Do CF boutons target interneuron somata or vice versa? CFs and interneurons develop in the same period (Altman, 1972; Zhang and Goldman, 1996; Sugihara, 2005, 2006), impeding causal inference. Interneurons also receive synapses from parallel fibers and other interneurons, while CF boutons exciting interneuron somata synapse with PC dendrites. The observed CF–interneuron spatial targeting might result from better survival rates for interneurons or CFs with functional contacts. CF population size is drastically reduced into maturity (Sugihara, 2005; Hashimoto et al., 2009). Purkinje soma inhibition by molecular interneurons may also be necessary to establish one-to-one Purkinje–CF pairing (Nakayama et al., 2012). Fully explaining the observed spatial targeting will require controlling and measuring the relation among CF and interneuron chemical cues, their proximity, and survival rate.

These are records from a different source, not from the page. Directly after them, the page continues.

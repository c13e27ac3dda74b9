/* limbeck steady: all steady states that a search finds, with their stability. */
#include <unistd.h>

#include "cli/session.h"

static int solve(session *s)
{
    lb_error error = {.code = LB_OK};
    lb_steady_options steady_options = {
        .seed = s->given->seed, .sensitivities = s->given->sensitivities, .monitor = &s->monitor};
    lb_steady *steady = NULL;
    if (lb_steady_solve(s->system, &steady_options, &steady, &error) != LB_OK)
        return session_fail(s, &error);
    lb_layout layout = terminal_layout(STDOUT_FILENO);
    int result = session_print(s, s->given->json ? lb_json_steady(s->system, s->diagnostics, steady, s->text)
                                                 : lb_text_steady(s->system, steady, &layout, s->text));
    if (steady->interrupted && result == EXIT_ANSWERED) {
        session_note_interrupted(s);
        result = EXIT_INTERRUPTED;
    }
    lb_steady_free(steady);
    return result;
}

static int run(const options *given)
{
    session s;
    int result = session_open_system(&s, given);
    if (result == EXIT_ANSWERED) {
        session_warn(&s);
        result = solve(&s);
    }
    session_close(&s);
    return result;
}

static const option_spec own[] = {
    {OPTION_SENSITIVITIES, "--sensitivities", 0, NULL, "how each state and its leading eigenvalue move with each constant"},
    OPTION_NATIVE_SPEC,
};

const command command_steady = {
    .name = "steady",
    .usage = "steady FILE [options]",
    .summary = "steady states, eigenvalues, stability, relaxation times",
    .about = "Search for every steady state that has the conserved totals of the initial\n"
             "state, and say of each what kind it is and how fast it relaxes. Eigenvalues are\n"
             "those of the reaction space. A search can miss a state; none is claimed missing.\n",
    .examples = "  limbeck steady bath.mech\n"
                "  limbeck steady bath.mech --set '[B]=1.7'\n"
                "  limbeck steady bath.mech --sensitivities\n"
                "  limbeck steady bath.mech --json\n",
    .own = own,
    .own_count = sizeof own / sizeof *own,
    .run = run,
};
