span span_join(span a, span b)
{
    if (b.line == a.line && b.column + b.length > a.column + a.length)
        a.length = b.column + b.length - a.column;
    return a;
}

/* ---- Expressions ---------------------------------------------------------- */

static int depth_of(const syntax_expression *e)
{
    return e ? e->depth : 0;
}

static void set_depth(syntax_expression *e)
{
    int deepest = depth_of(e->left) > depth_of(e->right) ? depth_of(e->left) : depth_of(e->right);
    for (const syntax_argument *a = e->first; a; a = a->next)
        if (depth_of(a->value) > deepest)
            deepest = depth_of(a->value);
    e->depth = deepest + 1;
}

static syntax_expression *node(builder *b, syntax_expression_kind kind, syntax_expression *left,
                               syntax_expression *right, span where)
{
    syntax_expression *e = builder_alloc(b, sizeof *e);
    if (!e)
        return NULL;
    e->kind = kind;
    e->where = where;
    e->operator_where = where;
    e->left = left;
    e->right = right;
    set_depth(e);
    return e;
}

syntax_expression *syntax_number_node(builder *b, syntax_number number, span where)
{
    syntax_expression *e = node(b, SYNTAX_NUMBER, NULL, NULL, where);
    if (e) {
        e->text = number.text;
        e->number = number.value;
    }
    return e;
}

syntax_expression *syntax_leaf(builder *b, syntax_expression_kind kind, const char *text, span where)
{
    syntax_expression *e = node(b, kind, NULL, NULL, where);
    if (e)
        e->text = text;
    return e;
}

syntax_expression *syntax_call(builder *b, const char *function, syntax_arguments arguments, span where)
{
    syntax_expression *e = syntax_leaf(b, SYNTAX_CALL, function, where);
    if (e) {
        e->first = arguments.first;
        set_depth(e);
    }
    return e;
}

syntax_expression *syntax_binary(builder *b, syntax_expression_kind kind, syntax_expression *left,
                                 syntax_expression *right, span operator_where, span where)
{
    syntax_expression *e = left && right ? node(b, kind, left, right, where) : NULL;
    if (e)
        e->operator_where = operator_where;
    return e;
}

syntax_expression *syntax_unary(builder *b, syntax_expression_kind kind, syntax_expression *operand, span where)
{
    return operand ? node(b, kind, operand, NULL, where) : NULL;
}
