/* What the lexer, the parser and the wording of faults share.
 *
 * The lexer (grammar/mechanism.l) turns characters into tokens and asks here
 * where meaning depends on the place: a newline ends a statement unless the
 * last token wants more, a word is a keyword only first on its line.  The
 * parser asks lexical_next for tokens; after a fault of syntax it is given a
 * NEWLINE and then whatever can be read as a statement again. */
#ifndef LIMBECK_TEXT_LEXICAL_H
#define LIMBECK_TEXT_LEXICAL_H

#include <stddef.h>
#include <stdint.h>

#include "text/builder.h"

enum {
    LEXICAL_NESTING = 1000, /* levels of parentheses, powers and signs */
    LEXICAL_POOL = 64,      /* blocks of max_align_t: room for flex's own records */
    LEXICAL_REPLACED = 0x1A /* stands in the buffer for a byte that was reported before scanning */
};

typedef struct lexical {
    builder      build;         /* first: shared with the grammar's actions */
    const source *source;
    char         *buffer;       /* copy of the text that flex scans: bad bytes replaced, a newline at the end */
    size_t        buffer_size;  /* with flex's two NULs */
    void         *scanner;      /* flex's yyscan_t */
    int           start;        /* pseudo-token to be delivered first; 0 afterwards */

    /* Where the lexer is: the next character. */
    size_t offset;              /* bytes */
    size_t token_offset;        /* where the token that ends there starts */
    size_t line_offset;         /* where its line starts */
    int    line, column;

    /* The tokens behind. */
    int    current, previous;   /* kinds of the last token and of the one before; NEWLINE between statements */
    span   where;               /* of the last token that is no NEWLINE */
    size_t where_offset;        /* where its line starts */
    int    above;               /* last token of the line above, when this line continues it; else 0 */
    int    statement_line;      /* line of the statement's first token */
    int    first;               /* kind of the statement's first token */
    span   first_where;
    int    arrows;              /* in this statement */
    int    arrows_above;        /* those on its earlier lines */
    int    formula;             /* tokens of `formula NAME =` seen so far: 1, 2, 3; else 0 */
    bool   is_within;           /* the last NAME is the word `within` */
    bool   is_file_end;         /* the last NEWLINE stands for the end of the text */
    bool   was_ended;           /* the last token was a NEWLINE: the next one starts a statement */
    bool   must_end;            /* after a fault: the parser is to get a NEWLINE first */

    /* Nesting: level open parentheses, each with where it was opened and how
     * many powers and signs wait for their operand in it. */
    int  level, waiting;        /* waiting: the sum of pending */
    bool is_stray_close;        /* the last token is a `)` that closes nothing */
    span opened[LEXICAL_NESTING + 1];
    int  pending[LEXICAL_NESTING + 1];

    /* flex calls exit() when memory fails.  Its three small records come from
     * here, so that it cannot. */
    max_align_t pool[LEXICAL_POOL];
    size_t      pool_used;      /* blocks */
} lexical;

/* ---- For the parser -------------------------------------------------------- */

union YYSTYPE;
int lexical_next(union YYSTYPE *value, span *where, lexical *l);

/* A fault of syntax at the last token; bit (token - NEWLINE) of expected is set
 * for each token that could stand there.  Reports it and starts the recovery. */
void lexical_complain(lexical *l, uint64_t expected);

/* The wording of such a fault (complaint.c). */
void complaint_report(lexical *l, uint64_t expected);

/* ---- For the lexer --------------------------------------------------------- */

int lexer_token(union YYSTYPE *value, span *where, void *scanner); /* flex's yylex */
void lexer_start(void *scanner);                                   /* the first token starts a statement */
void lexer_rewind(void *scanner, size_t offset);                   /* go on at a byte of the buffer */

void lexical_advance(lexical *l, const char *text, size_t length, span *where);
void lexical_retreat(lexical *l, span where, size_t length);  /* the token just advanced over is read later */
int  lexical_accept(lexical *l, int kind, span where);   /* note a token; returns its kind, or BAD when nested too deeply */
bool lexical_newline(lexical *l, span *where);           /* true: the statement ends here */
int  lexical_word(lexical *l, const char *text, bool is_first);  /* NAME or a keyword */
bool lexical_misses_comma(const lexical *l); /* `A -> B k = 1`: before k */
int  lexical_number(lexical *l, const char *text, size_t length, span where, syntax_number *value);
/* `1,5` and `1e` with a pasted minus: faults, read as what was meant. */
int  lexical_comma_number(lexical *l, const char *text, size_t length, span where, syntax_number *value);
int  lexical_dash_number(lexical *l, const char *text, size_t length, span where, syntax_number *value);
int  lexical_colon(lexical *l, span where);              /* EQUALS, BAD, or 0 to ignore it */
int  lexical_semicolon(lexical *l, span where);          /* COMMA, NEWLINE, or 0 to ignore it */
int  lexical_stranger(lexical *l, const char *text, size_t length, span where);  /* a character with no meaning: BAD */
syntax_text lexical_bracket(lexical *l, const char *text, size_t length, span where); /* `[X]...` */

/* ---- Looking at the text --------------------------------------------------- */

/* The text behind the last token; terminated. */
const char *lexical_rest(const lexical *l);
/* Whether the last token stands on a line that the statement went on to only
 * because the line above ends in, say, a comma. */
bool lexical_is_swallowed(const lexical *l);

#endif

Through deposition in the public NeuroMorpho.org database (Ascoli et al., 2007), these 68 CF reconstructions can be further reanalyzed beyond the present characterization, compared or combined with future CF reconstructions, and loaded into neuron simulation environments (Hines and Carnevale, 2001) to test the influence of morphology on biophysical properties. To the best of our knowledge, these are also the first available CF digital tracings with identified branch types and fully reconstructed boutons. As such, they might serve as essential building blocks for anatomically realistic cerebellar network models. The necessity to include plausible circuit connectivity into simulations of the cerebellar cortex has been recognized for at least 35 years (Pellionisz et al., 1977). Only much more recently, however, have the required computational power and infrastructures become available (Gleeson et al., 2007). The large set of digital CF morphologies described in this study provides both a useful source of data and powerful constraints for large-scale modeling efforts.

This collection might also constitute the first detailed reconstructions of the complete axonal terminal field reported for any neuronal class in the mammalian brain. Their comprehensive morphological analysis could thus reveal insights into basic function that may also apply through other regions of the CNS.